None of it close to any of my hives so I don't bother myself.


----------



## Angi_H (Feb 9, 2008)

I will not put my bees on any GMO cotton. Pima cotton is one of the ones before they started messing with cotton. NOw cotton has names with numbers and letters. I will only place my bees on Organic pima cotton as pima cotton is one that still has pollen. Having bees on pima cotton makes seed quality higher and more of them. It also makes the cotten fluf its self beter and fuller due to pollination. I had bees there as well as one other beekeeper for the farmers first year having bees on the cotton. Same aacreage as last year. They had double the yealds this year then last year. 


Angi


----------



## riverrat (Jun 3, 2006)

cotton here in kansas is less sprayed than that in the south since we do not have the boll weavil. YET. I have found that the bees will work the blooms when they are yellow but once the turn purple they will not work it. I have good land owners that notify me when they spray I block the hives the night before. and turn them out after dark on the day they spray. havent had any problems as of yet.


----------



## beemandan (Dec 5, 2005)

A couple of years ago I helped put about 40 new hives on cotton. We were starting the hives late in the season and we were hoping that the cotton nectar flow would allow the bees to draw out comb. We were assured by the farmer that he didn't use any pesticides as this cotton was gmo. I went down one day to check on the hives and a crop dusting plane was spraying the fields. I asked the farmer what he was doing as they promised that there wouldn't be any pesticides sprayed. The farmer said 'that's not a pesticide, that's a growth retardant'. Made me feel so much better that I removed the hives. I can't imagine what that stuff does to a bee.


----------



## Scrapfe (Jul 25, 2008)

*knocked 'him' chin in the dirt.*



riverrat said:


> cotton...in kansas is less sprayed than...in the south since we do not have the boll weavil. YET. I have found that the bees will work the blooms when they are yellow but once the turn purple they will not work it.

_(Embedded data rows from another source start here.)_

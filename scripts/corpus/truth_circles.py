"""Ground truth for circle charts: pies, donuts, tilted pies, radial bars, polar areas.

Every expected measure is computed from the data the generator drew and the geometry it
asked for (radii, tilt, rim depth), never from plotproof. Each figure of these kinds
carries a "circle" object (docs/corpus.md, "Circle charts"). Formulas:

* sector area r^2 theta/2, annular sector (R^2 - r^2) theta/2 (elementary geometry);
* an ellipse sector between parametric angles t1, t2 has area ab(t2 - t1)/2 (the affine
  image of a circle's sector under a map of determinant b/a), so an orthographic tilt
  keeps every slice's share of the top face;
* a rim (side wall) of depth d seen below the front half of an ellipse of semi-axis a
  has, between parametric angles t1 < t2 in [pi, 2pi], the area d * a * |cos t2 - cos t1|
  (a vertical band over the x-interval the arc spans);
* perspective: top faces and rims (the edge and the same edge lowered by the depth) are
  projected through a pinhole and measured by the shoelace formula over 720 points per
  turn (numerical, independent of plotproof's geometry);
* Lie Factor: Tufte (1983), p. 57, in its growth form (g2/g1)/(v2/v1).
"""

import math

KINDS = {"pie", "tilted-pie", "radial-bar", "polar-area"}
RULES = {"wedges-vs-labels", "shares-not-100", "tilted-pie-ink", "radial-ring-ink",
         "polar-radius"}


def _r(x):
    return None if x is None else float("%.9g" % x)


def _worst_ratio(ratios):
    """Index and value of the ratio farthest from 1 on a log scale."""
    best = max(range(len(ratios)), key=lambda i: abs(math.log(ratios[i])))
    return best, ratios[best]


def _pairs(g, v):
    """Largest (g_i/g_j)/(v_i/v_j) over pairs, as max(r, 1/r) >= 1."""
    worst = 1.0
    for i in range(len(v)):
        for j in range(i + 1, len(v)):
            if min(g[i], g[j], v[i], v[j]) <= 0:
                continue
            r = (g[i] / g[j]) / (v[i] / v[j])
            worst = max(worst, r, 1 / r)
    return worst


def _pie(fig, c):
    v = fig["values"]
    drawn = c.get("drawn_values") or v
    d = [x / sum(drawn) for x in drawn]
    printed, pk = c.get("printed"), c.get("printed_kind")
    if pk == "percent":
        p = [x / 100.0 for x in printed]
    elif pk == "value":
        p = [x / sum(printed) for x in printed]
    else:
        p = [x / sum(v) for x in v]
    i, lf = _worst_ratio([a / b for a, b in zip(d, p)])
    out = {"lie_factor_growth": _r(lf), "worst_wedge": fig["labels"][i],
           "worst_drawn_share": _r(d[i]), "worst_printed_share": _r(p[i]),
           "max_pair_departure": _r(_pairs(d, p))}
    if pk == "percent":
        # Each printed percentage may be off by half a unit of its last decimal.
        dec = c.get("decimals", 0)
        out["percent_sum"] = _r(sum(printed))
        out["percent_allowance"] = _r(len(printed) * 0.5 * 10 ** -dec)
        if fig.get("rule") == "shares-not-100":
            # The headline of that rule: the whole the labels claim over the 100% drawn.
            out["lie_factor_growth"] = _r(sum(printed) / 100.0)
    return out


def _arc_overlap(a0, a1, lo, hi):
    """Parts of [a0, a1] (any real angles, a1 > a0) inside [lo, hi] + 2k pi."""
    parts = []
    for k in range(-2, 3):
        s, e = max(a0, lo + 2 * math.pi * k), min(a1, hi + 2 * math.pi * k)
        if e > s:
            parts.append((s - 2 * math.pi * k, e - 2 * math.pi * k))
    return parts


def slice_angles(values, start, direction):
    """Parametric [t0, t1] of each slice: from start, counter-clockwise (+1) or clockwise
    (-1) as seen on the page, y up."""
    total, t, out = sum(values), start, []
    for x in values:
        sweep = 2 * math.pi * x / total
        nt = t + direction * sweep
        out.append((min(t, nt), max(t, nt)))
        t = nt
    return out


def _project(x, y, tilt, dist, h=0.0):
    """A point of the unit pie plane (raised by h radii) seen through a pinhole: tilt about
    the x axis, camera at dist radii, focal length dist (so the centre keeps its scale);
    (y, h) turn by the tilt."""
    z = dist + y * math.sin(tilt) - h * math.cos(tilt)
    return dist * x / z, dist * (y * math.cos(tilt) + h * math.sin(tilt)) / z


def rim_range(persp):
    """The parametric angles of the side wall facing the camera: the wall's normal
    (cos t, sin t, 0) towards the camera at (0, -dist sin(tilt), dist cos(tilt)) in the
    pie's frame, i.e. sin t < -1/(dist sin(tilt)); orthographic (no persp): the front half."""
    if not persp:
        return math.pi, 2 * math.pi
    k = math.asin(1.0 / (persp["distance"] * math.sin(persp["tilt"])))
    return math.pi + k, 2 * math.pi - k


def rim_polygon(lo, hi, persp, depth, n_turn):
    """A perspective rim between parametric angles lo < hi of the front half: the top
    face's edge, then the same edge `depth` radii lower, backwards (n_turn points a turn)."""
    n = max(2, int(n_turn * (hi - lo) / (2 * math.pi)))
    ts = [lo + (hi - lo) * j / n for j in range(n + 1)]
    top = [_project(math.cos(t), math.sin(t), persp["tilt"], persp["distance"]) for t in ts]
    bot = [_project(math.cos(t), math.sin(t), persp["tilt"], persp["distance"], -depth)
           for t in reversed(ts)]
    return top + bot


def _shoelace(pts):
    return 0.5 * abs(sum(pts[i][0] * pts[i - 1][1] - pts[i - 1][0] * pts[i][1]
                         for i in range(len(pts))))


def _tilted(fig, c):
    v = fig["values"]
    s = [x / sum(v) for x in v]
    if c.get("printed_kind") == "percent":
        # The reader's shares are the printed ones; the ink is compared with them.
        s = [x / 100.0 for x in c["printed"]]
    k, depth = c["ratio"], c.get("depth", 0.0)
    spans = slice_angles(v, c["start"], c["direction"])
    persp = c.get("perspective")
    top, rim = [], []
    for t0, t1 in spans:
        if persp:
            n = max(2, int(720 * (t1 - t0) / (2 * math.pi)))
            pts = [(0.0, 0.0)] + [_project(math.cos(t0 + (t1 - t0) * j / n),
                                           math.sin(t0 + (t1 - t0) * j / n),
                                           persp["tilt"], persp["distance"])
                                  for j in range(n + 1)]
            top.append(_shoelace(pts))
        else:
            top.append(k * (t1 - t0) / 2)
        if persp:
            # Drawn in units of the radius: the shoelace over 720 points a turn.
            rim.append(sum(_shoelace(rim_polygon(b, e, persp, depth, 720))
                           for b, e in _arc_overlap(t0, t1, *rim_range(persp))))
        else:
            rim.append(sum(depth * abs(math.cos(e) - math.cos(b))
                           for b, e in _arc_overlap(t0, t1, math.pi, 2 * math.pi)))
    tt, ta = sum(top), sum(top) + sum(rim)
    ex_top = [top[i] / tt / s[i] for i in range(len(v))]
    ex_all = [(top[i] + rim[i]) / ta / s[i] for i in range(len(v))]
    i = max(range(len(v)), key=lambda j: ex_all[j])
    return {"lie_factor_growth": _r(ex_all[i]), "worst_wedge": fig["labels"][i],
            "top_exaggeration": _r(max(ex_top)),
            "top_share": [_r(t / tt) for t in top],
            "ink_share": [_r((top[j] + rim[j]) / ta) for j in range(len(v))],
            "max_pair_departure": _r(_pairs([top[j] + rim[j] for j in range(len(v))], v))}


def _radial(fig, c):
    v = fig["values"]
    rings, full = c["rings"], c["full_value"]
    ink = [(ro * ro - ri * ri) * math.pi * x / full for (ri, ro), x in zip(rings, v)]
    per_unit = [g / x for g, x in zip(ink, v)]
    o = max(range(len(v)), key=lambda j: rings[j][1])
    n = min(range(len(v)), key=lambda j: rings[j][1])
    ratio = per_unit[o] / per_unit[n]
    return {"lie_factor_growth": _r(ratio), "outer_to_inner": _r(ratio),
            "max_pair_departure": _r(_pairs(ink, v))}


def _polar(fig, c):
    v = fig["values"]
    ink = [r * r for r in c["radii"]]
    hi = max(range(len(v)), key=lambda j: v[j])
    lo = min(range(len(v)), key=lambda j: v[j])
    lf = (ink[hi] / ink[lo]) / (v[hi] / v[lo])
    return {"lie_factor_growth": _r(lf), "area_ratio": _r(ink[hi] / ink[lo]),
            "value_ratio": _r(v[hi] / v[lo]), "max_pair_departure": _r(_pairs(ink, v))}


def expected(fig):
    c = fig.get("circle")
    if not c or not fig.get("values"):
        return None
    return {"pie": _pie, "tilted-pie": _tilted, "radial-bar": _radial,
            "polar-area": _polar}[fig["kind"]](fig, c)


def validate(fig, where):
    errs = []
    if fig.get("kind") in KINDS:
        c = fig.get("circle")
        if not isinstance(c, dict):
            return ["%s: circle charts need a circle object" % where]
        need = {"pie": (), "tilted-pie": ("ratio", "start", "direction"),
                "radial-bar": ("rings", "full_value"), "polar-area": ("radii",)}
        for k in need[fig["kind"]]:
            if k not in c:
                errs.append("%s: circle lacks %s" % (where, k))
        if c.get("printed_kind") and len(c.get("printed") or []) != len(fig["values"]):
            errs.append("%s: printed and values differ in length" % where)
    return errs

The first riddle I learned as a child was:
"What's white day one and red the next,
lives three days and then is laid to rest? 
----------------------------------------
The answer:
The cotton bloom.

Cotton squares produce blooms and pollination occurs almost immediately once the flower opens. I suspect this limits pollen production or availability somewhat. Only the virgin (white)  flowers less than one day old seems attractive to bees. 

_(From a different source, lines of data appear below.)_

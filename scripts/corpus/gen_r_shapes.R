#!/usr/bin/Rscript
# Shape charts drawn by R base graphics (corpus/r/rs_*.pdf), on pdf() and cairo_pdf():
# bubbles drawn with symbols(circles = ...) sized by radius (misleading) or by the square
# root of the value (area ∝ value, honest), each with its number printed on it; pyramids
# and funnels drawn with polygon(), cut at heights ∝ values (misleading) or at depths
# ∝ sqrt(cumulative share) (honest: areas ∝ values). Truth: scripts/corpus/truth.py fill,
# whose truth_shapes.py computes the expected measures from the data and the geometry
# chosen from it. Runs after gen_r.R, which empties corpus/r first.

argv <- commandArgs(trailingOnly = FALSE)
me <- sub("^--file=", "", argv[grep("^--file=", argv)])
here <- normalizePath(dirname(me))
source(file.path(here, "r_common.R"))
seed <- 4611
W <- 6; H <- 5  # inches

write_truth <- function(name, dev, fig) write_truth_file(name, dev, seed, 1, list(fig))

open_dev <- function(name, dev) {
  path <- file.path(out_dir, paste0(name, ".pdf"))
  if (dev == "pdf") pdf(path, width = W, height = H, useDingbats = FALSE)
  else cairo_pdf(path, width = W, height = H)
}

# Box of user coordinates [x0, x1] × [y0, y1] in points, origin top-left.
box_of <- function(x0, x1, y0, y1) {
  xs <- grconvertX(c(x0, x1), "user", "ndc") * W * 72
  ys <- (1 - grconvertY(c(y1, y0), "user", "ndc")) * H * 72
  I(round(c(xs[1], ys[1], xs[2], ys[2]), 2))
}

tiers <- c("Seedlings", "Saplings", "Young trees", "Mature trees")
stages <- c("Enquiries", "Site visits", "Proposals", "Shortlisted", "Signed")

# symbols() scales the radii so that the largest is `inches` wide; by = "radius" gives
# radius ∝ value (area ∝ value², misleading), by = "area" radius ∝ sqrt(value).
r_bubbles <- function(name, dev, values, by) {
  n <- length(values)
  xs <- ((seq_len(n) - 1) %% 4) * 2.5 + 1.5
  ys <- ((seq_len(n) - 1) %/% 4) * 3.2 + 2
  rad <- if (by == "radius") values else sqrt(values)
  open_dev(name, dev)
  par(mar = c(4, 4, 3, 1))
  plot(NA, xlim = c(0, 10.5), ylim = c(0, 8), xlab = "Yield per hectare (t)",
       ylab = "Sugar content (Brix)", main = "Orchard plots: bubble size = pickers employed")
  symbols(xs, ys, circles = rad, inches = 0.45, add = TRUE, bg = "#8e5aa8", fg = NA)
  text(xs, ys, labels = values, cex = 0.8)
  bb <- box_of(par("usr")[1], par("usr")[2], par("usr")[3], par("usr")[4])
  dev.off()
  write_truth(name, dev, list(
    page = 1, bbox = bb, kind = "bubble", misleading = by != "area",
    rule = if (by == "area") NA else "symbols-not-by-area", values = I(values),
    labels = I(sprintf("plot %d", seq_len(n))), axis = NULL, baseline = NA,
    data_labels = I(values), style = I(c("symbols", paste0("by-", by), "data-labels")),
    symbols = list(measure = "radius", sizes = I(rad), shape = "circle")))
}

# A triangle (apex up) cut into slices, top to bottom, drawn with polygon().
r_pyramid <- function(name, dev, values, honest, funnel = FALSE) {
  Hh <- 10; Wb <- 8
  # cut from the apex: the top slice first for a pyramid, the bottom one for a funnel
  # (apex down, widest and first value on top)
  from_apex <- if (funnel) rev(values) else values
  share <- cumsum(from_apex) / sum(from_apex)
  depth <- c(0, Hh * (if (honest) sqrt(share) else share))
  open_dev(name, dev)
  par(mar = c(1, 1, 3, 1))
  plot.new()
  plot.window(xlim = c(-Wb / 2, Wb / 2 + 4), ylim = c(0, Hh))
  title(if (funnel) "Buyer funnel, Kestrel Orchards" else "Orchard stock by tier")
  shape <- list()
  names_ <- if (funnel) rev(stages[seq_along(values)]) else tiers[seq_along(values)]
  cols <- c("#2b6c8f", "#d9822b", "#5a9e4b", "#8e5aa8", "#c4453c")
  for (i in seq_along(from_apex)) {
    h1 <- depth[i]; h2 <- depth[i + 1]
    a1 <- Wb / 2 * h1 / Hh; a2 <- Wb / 2 * h2 / Hh
    y <- if (funnel) c(h1, h1, h2, h2) else Hh - c(h1, h1, h2, h2)
    polygon(c(-a1, a1, a2, -a2), y, col = cols[i], border = "white")
    mid <- mean(y)
    text(0, mid, from_apex[i], col = "white", cex = 0.8)
    text(Wb / 2 + 0.3, mid, names_[i], adj = 0, cex = 0.8)
    # [top width, bottom width, height] as drawn
    shape[[i]] <- I(if (funnel) c(2 * a2, 2 * a1, h2 - h1) else c(2 * a1, 2 * a2, h2 - h1))
  }
  if (funnel) shape <- rev(shape)  # top to bottom, the order of values
  names_ <- if (funnel) stages else tiers
  bb <- box_of(-Wb / 2, Wb / 2, 0, Hh)
  dev.off()
  write_truth(name, dev, list(
    page = 1, bbox = bb, kind = "pyramid", misleading = !honest,
    rule = if (honest) NA else "slices-vs-values", values = I(values),
    labels = I(names_[seq_along(values)]), axis = NULL, baseline = NA,
    data_labels = I(values),
    style = I(c("polygon", if (funnel) "funnel" else "triangle")),
    slices = list(shape = shape, solid = "cone", order = "top-to-bottom")))
}

bub <- c(6, 14, 23, 31, 40, 52, 58)
# cairo draws a circle under about 4 pt of radius with two Bézier curves, ink about 2%
# over πr² (seen here): the cairo twins keep every radius above that.
bub_c <- c(11, 14, 23, 31, 40, 52, 58)
tiers_v <- c(12, 21, 30, 37)
funnel_v <- c(41, 27, 16, 10, 6)
# Held-out corpora (scripts/holdout sets PP_CORPUS_SEED_OFFSET): other invented values of
# the same shapes, each set spanning a wide range so that the misleading twins stay
# misleading (the committed corpus keeps the values above).
offset <- as.integer(Sys.getenv("PP_CORPUS_SEED_OFFSET", "0"))
if (!is.na(offset) && offset != 0) {
  set.seed(seed + offset)
  spread <- function(n, lo, hi) sort(c(lo + sample(0:3, 1), hi - sample(0:3, 1),
                                       sample((lo + 5):(hi - 5), n - 2)))
  bub <- spread(7, 6, 60)
  bub_c <- spread(7, 11, 60)
  tiers_v <- spread(4, 8, 40)
  funnel_v <- rev(spread(5, 5, 45))
}
r_bubbles("rs_bubbles_radius", "pdf", bub, "radius")
r_bubbles("rs_bubbles_area", "pdf", bub, "area")
r_bubbles("rs_bubbles_radius_cairo", "cairo_pdf", rev(bub_c), "radius")
r_bubbles("rs_bubbles_area_cairo", "cairo_pdf", rev(bub_c), "area")
r_pyramid("rs_pyramid_heights", "pdf", tiers_v, FALSE)
r_pyramid("rs_pyramid_areas", "pdf", tiers_v, TRUE)
r_pyramid("rs_funnel_heights", "cairo_pdf", funnel_v, FALSE, funnel = TRUE)
r_pyramid("rs_funnel_areas", "cairo_pdf", funnel_v, TRUE, funnel = TRUE)
cat("gen_r_shapes: 8 files\n")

pollination dynamics in cotton
http://www.extension.org/pages/Cotton_Squares_to_Bloom

Latest (I know of or could find) study of honey bee pollination of cotton and benifits
http://www.alabees.com/impact_of_honey_bee_pollination_.htm

I doubt you will ever have the bowl weevil there now, GMO cotton knocked his chin in the dirt pretty hard down here but then again you probably have GMO cotton there as well. I suspect there will always be a tiny population of bowl weevils eking out a living in some remote corner of the ecosystem just waiting to re-explode if non GMO cotton makes a comeback. I just hope the EPA never declares bowl weevils an endangered species. I was told recently that cotton farmers here don't even scout cotton for weevils anymore. 

Disclaimer: 
There are other insect pest of cotton, especially the pink bowl worm and spider mite, do not think that cotton is no longer sprayed with insecticides or miticides, it is!!!

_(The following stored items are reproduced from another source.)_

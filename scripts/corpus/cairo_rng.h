/* Tiny deterministic PRNG (splitmix64) for the corpus and demo generators.
 * Own implementation so the generated values are identical on every libc. */
#pragma once

#include <glib.h>

typedef struct {
  guint64 state;
} pp_gen_rng;

void pp_gen_rng_init(pp_gen_rng *rng, guint64 seed);
guint64 pp_gen_rng_next(pp_gen_rng *rng);
double pp_gen_rng_uniform(pp_gen_rng *rng, double lo, double hi);
int pp_gen_rng_int(pp_gen_rng *rng, int lo, int hi_inclusive);
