/* Ground-truth records for generated PDFs: one pp_gen_figure per chart,
 * table or text block, written as <name>.truth.json (format: docs/corpus.md). */
#pragma once

#include <glib.h>

typedef struct {
  double lie_factor_growth;
  double lie_factor_change;
  double gdi;
  double baseline;
  double max_pair_departure;
} pp_gen_measures;

typedef struct {
  int page;
  double bbox[4]; /* PDF points, origin top-left, y down */
  const char *kind;
  gboolean misleading;
  const char *rule; /* NULL = honest */
  GArray *values;   /* double */
  GPtrArray *labels;
  gboolean has_axis;
  gboolean axis_hidden; /* written as "axis": null plus "axis_hidden" */
  double axis_min, axis_max;
  gboolean axis_log;
  char orientation;    /* 'y' or 'x' */
  double baseline;     /* NAN = null */
  GArray *data_labels; /* NULL = null */
  GArray *drawn;       /* NULL = field omitted */
  gboolean has_expected;
  pp_gen_measures expected;
  GPtrArray *series_names;  /* char*, NULL = no "series" field */
  GPtrArray *series_values; /* GArray* of double, parallel to series_names */
  GPtrArray *styles;
  char *note;          /* written as "notes" (docs/corpus.md) */
  char *extra_json;    /* raw members written last ("\"circle\": {...}"), NULL = none */
  char *expected_json; /* raw "expected" object, written instead of expected; NULL = none */
} pp_gen_figure;

typedef struct {
  char *file;
  char *producer;
  guint64 seed;
  int pages;
  GPtrArray *figures;
} pp_gen_truth;

pp_gen_truth *pp_gen_truth_new(const char *file, guint64 seed);
void pp_gen_truth_free(pp_gen_truth *truth);
pp_gen_figure *pp_gen_truth_add(pp_gen_truth *truth, int page, const char *kind);
gboolean pp_gen_truth_write(const pp_gen_truth *truth, const char *path, GError **error);

void pp_gen_figure_add_style(pp_gen_figure *fig, const char *style);
void pp_gen_figure_set_note(pp_gen_figure *fig, const char *note);
void pp_gen_figure_add_series(pp_gen_figure *fig, const char *name, const double *values, int n);
void pp_gen_figure_set_bbox(pp_gen_figure *fig, double x, double y, double w, double h);

/* v: data values; g: ink extent in value units (v - baseline, or log
 * distance from the axis minimum). NAN marks an undefined measure. */
void pp_gen_measures_compute(const double *v, const double *g, int n, double baseline,
                             pp_gen_measures *out);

Some really bad stuff used to be employed on cotton here, and anywhere near a cotton field was the very last place you ever wanted your bees to be. I have several large cotton fields near me, and I use to get up an hour early the next morning after they treated for weevils, to pick up the dead and dying birds before going to work.

There are other things sprayed on cotton, Roundup is one. With Roundup ready cotton (another GMO) it is usually only sprayed once before the young cotton plant reaches the 7 leaf size. This gives the new cotton plant a far enough head start that weed competition is unlikely to ever reach the economic threshold, its called IPM. Since cotton starts blooming here about the 4th of July this should not be a problem. Like Tom, I doubt cotton produces much pollen so a pollen substitute or extender may be a good idea. 

Growth regulator harmones are employed to keep cotton from going rank or growing to a size impossible to harvest by machine. A defoliant is also used post flowering, at bowl maturity to knock the leaves off, both to insure a cleaner product for picking and ginning and to promote the uniform bowl opening needed for an efficient machine harvest. I don't know what it will do to your bees, but you have plenty of time after flowering to move your hives anyway.


----------



## Tom G. Laury (May 24, 2008)

*Non food crops*

Gotta luv em


----------



## Angi_H (Feb 9, 2008)

Well it is a little different if the cotton is organic and the cotton its self is non gmo. That is the only place I will put my bees. The farmer has about 200 acres of organic Almonds right next to the 100 acres of the Organic non gmo cotton next to the 200 acres of the organic Nectorienes and peaches and the 50 acres of organic rasin grapes. My bees are in the middle of all that land the whole 900 acres of it which is also part of a wildlife refuge. There is also 300 acres of organic walnuts and other organic fruit and nut trees and organic seed alfalfa. So I think my bees are safe there. with all of that in one 900 acre ranch butting up next to about a 1500 acre wildlife refuge.


Angi


----------